First, the defendant is an employee of a securities company under the former Securities and Exchange Act. The term "securities company" in the former Securities and Exchange Act is an employee of a securities company under the same Act (Article 2 (9) of the same Act). The person who is authorized to conduct the securities business shall be a stock company with permission from the Financial Services Commission for each type of business (Article 28 (1) of the same Act). Since the selling company under the former Indirect Investment Asset Management Business Act appears to have obtained permission for the securities business under Article 28 (1) of the former Securities and Exchange Act in relation to the sale of indirect investment securities (Article 26 (4) of the former Indirect Investment Asset Management Business Act), the company, which is a distributor under the former Indirect Investment Asset Management Business Act, is considered to be a securities company under the former Securities and Exchange Act.
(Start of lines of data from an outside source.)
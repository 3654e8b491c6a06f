import { metrics } from './metrics.ts'
import type { Placing } from './placeRooms.ts'
import type { Strand } from './strands.ts'

/** Where a strand rises and which lane of its trunk it takes: height over the lowest lane, in units. */
export interface Lane {
  readonly strand: Strand
  readonly x: number
  readonly over: number
  readonly slot: number
}

export interface Lanes {
  readonly lanes: readonly Lane[]
  /** Height of the trunk over its lowest lane, by storey. */
  readonly heights: readonly number[]
  /** Runs of each trunk on one side of a rack, nearest exit first. */
  readonly groups: readonly { readonly rackId: string; readonly corridor: number; readonly side: 'left' | 'right'; readonly up: boolean; readonly lanes: readonly Lane[] }[]
}

/**
 * The lane order. Upward: the nearest exit takes the lowest lane and the outermost place over the rack, so that nothing
 * crosses; what leaves upward again takes the top lanes, the nearest highest. Downward: the farthest takes the top lane
 * and the outermost place.
 */
export function orderLanes(strands: readonly Strand[], placing: Placing, storeyCount: number, apart: boolean): Lanes {
  const racks = new Map(placing.bands.flatMap((bands, column) => bands.racks.map((band) => [band.rackId, { band, middle: placing.columns[column]! + band.offset }] as const)))
  const looseCount = new Map<string, number>()
  const slotOf = (strand: Strand): number => {
    if (strand.exit) return placing.slots.get(strand.exit) ?? 0
    const own = racks.get(strand.rackId)!
    const count = looseCount.get(strand.leaves + strand.rackId) ?? 0
    looseCount.set(strand.leaves + strand.rackId, count + 1)
    if (strand.leaves === 'rack' && strand.trip.kind === 'racks') {
      const target = racks.get(strand.trip.toRackId)!
      return target.middle + target.band.width / 2 - 4 - count * 3
    }
    return own.middle + own.band.width / 2 + 16 + count * 18
  }
  const slots = new Map(strands.map((strand) => [strand, slotOf(strand)]))
  const lanes: Lane[] = []
  const groups: Lanes['groups'][number][] = []
  for (const [rackId, { band, middle }] of racks)
    for (const up of [true, false]) {
      const own = strands.filter((strand) => strand.rackId === rackId && strand.up === up)
      const half = (own.length * band.pitch) / 2
      for (const side of ['left', 'right'] as const) {
        const ordered = outerFirst(own.filter((strand) => strand.side === side), slots, middle, up)
        ordered.forEach((group) => {
          const pitch = Math.min(apart ? metrics.lane.apart : metrics.lane.bundled, ((apart ? 3 : 1) * metrics.lane.mostHeight) / Math.max(1, group.strands.length))
          const made = group.strands.map((strand, index): Lane => {
            const place = (group.before + index + 0.5) * band.pitch
            const over = (up ? index : group.strands.length - 1 - index) * pitch
            return { strand, x: side === 'left' ? middle - half + place : middle + half - place, over, slot: slots.get(strand)! }
          })
          groups.push({ rackId, corridor: group.corridor, side, up, lanes: made })
        })
      }
    }
  const heights = stackGroups(groups, storeyCount, lanes)
  return { lanes, heights, groups: lanesByExit(groups, lanes) }
}

/** Strands of one side by trunk, outermost over the rack first. */
function outerFirst(own: readonly Strand[], slots: ReadonlyMap<Strand, number>, middle: number, up: boolean) {
  const away = (strand: Strand) => Math.abs(slots.get(strand)! - middle)
  const corridors = [...new Set(own.map((strand) => strand.corridor))].sort((a, b) => (up ? a - b : b - a))
  let before = 0
  return corridors.map((corridor) => {
    const here = own.filter((strand) => strand.corridor === corridor)
    const down = here.filter((strand) => strand.leaves !== 'up').sort((a, b) => (up ? away(a) - away(b) : away(b) - away(a)))
    const rising = here.filter((strand) => strand.leaves === 'up').sort((a, b) => away(b) - away(a))
    const group = { corridor, strands: [...down, ...rising], before }
    before += here.length
    return group
  })
}

/** Where trunks of several racks run side by side, each takes its own band, the largest lowest. */
function stackGroups(groups: readonly Lanes['groups'][number][], storeyCount: number, lanes: Lane[]): number[] {
  const heights = Array.from({ length: storeyCount }, () => 0)
  for (let corridor = 0; corridor < storeyCount; corridor++) {
    const placed: { from: number; to: number; top: number }[] = []
    for (const group of groups.filter((each) => each.corridor === corridor).sort((a, b) => b.lanes.length - a.lanes.length)) {
      const xs = group.lanes.flatMap((lane) => [lane.x, lane.slot])
      const from = Math.min(...xs)
      const to = Math.max(...xs)
      const base = Math.max(0, ...placed.filter((each) => each.from < to && each.to > from).map((each) => each.top + 3))
      const top = base + Math.max(...group.lanes.map((lane) => lane.over))
      placed.push({ from, to, top })
      heights[corridor] = Math.max(heights[corridor]!, top)
      for (const lane of group.lanes) lanes.push({ ...lane, over: lane.over + base })
    }
  }
  return heights
}

function lanesByExit(groups: readonly Lanes['groups'][number][], lanes: readonly Lane[]): Lanes['groups'] {
  const final = new Map(lanes.map((lane) => [lane.strand, lane]))
  return groups
    .filter((group) => group.lanes.length)
    .map((group) => ({ ...group, lanes: group.lanes.map((lane) => final.get(lane.strand)!).sort((a, b) => Math.abs(a.slot - a.x) - Math.abs(b.slot - b.x)) }))
}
In relation to this case, the above legal provision is deemed to be a "stock company under the former Securities and Exchange Act as a stock company under the latter Indirect Investment Asset Management Business Act."

Therefore, the agreement of this case is null and void if it compensates all or part of the loss incurred in the transaction without any justifiable reason in connection with the sale and purchase or other transaction of securities.

(2) Whether the instant goods are securities

Next, the instant goods are “securities”. Securities under the former Securities and Exchange Act include 1 beneficiary certificates issued by an asset management company in accordance with the former Indirect Investment Asset Management Business Act (Article 2(1)9 of the former Securities and Exchange Act and Article 2-3(1)2 of the former Enforcement Decree of the Securities and Exchange Act). The instant goods are beneficiary certificates issued by the Korea Asset Management Corporation, an asset management company. Accordingly, the instant goods are “securities” under the former Securities and Exchange Act, and the sales of the instant goods by a stock company to the Plaintiff is “sale of securities” under the former Securities and Exchange Act.

(3) Whether to enter into an agreement to compensate for losses

In addition, the instant agreement provides that when the Plaintiff’s purchase of the instant product from the bank was discontinued, the Defendant, an employee of the said bank, paid to the Plaintiff the amount equivalent to the principal amount, and that the Defendant compensates the Plaintiff for all loss incurred by the instant product sold to the Plaintiff.

(4) Sub-determination

Therefore, the instant agreement is null and void in accordance with the former Securities and Exchange Act as an act by the Defendant, who is an employee of the Bank, regarded as a securities company, compensates the Plaintiff as a customer for all losses incurred in the instant transaction in relation to the sale of the instant product.

3. Conclusion

Therefore, the defendant is not obliged to pay KRW 100 million to the plaintiff under the invalid agreement of this case. Therefore, the plaintiff's claim is dismissed as it is without merit.

Judges

Judges Lee Jong-soo

Note tin

1) This is also one of the indirect investment securities sold by a dealer under the former Indirect Investment Asset Management Business Act.

Article 26(2) and (1), Article 2 subparag. 3, 13, and 16, and Article 28(1).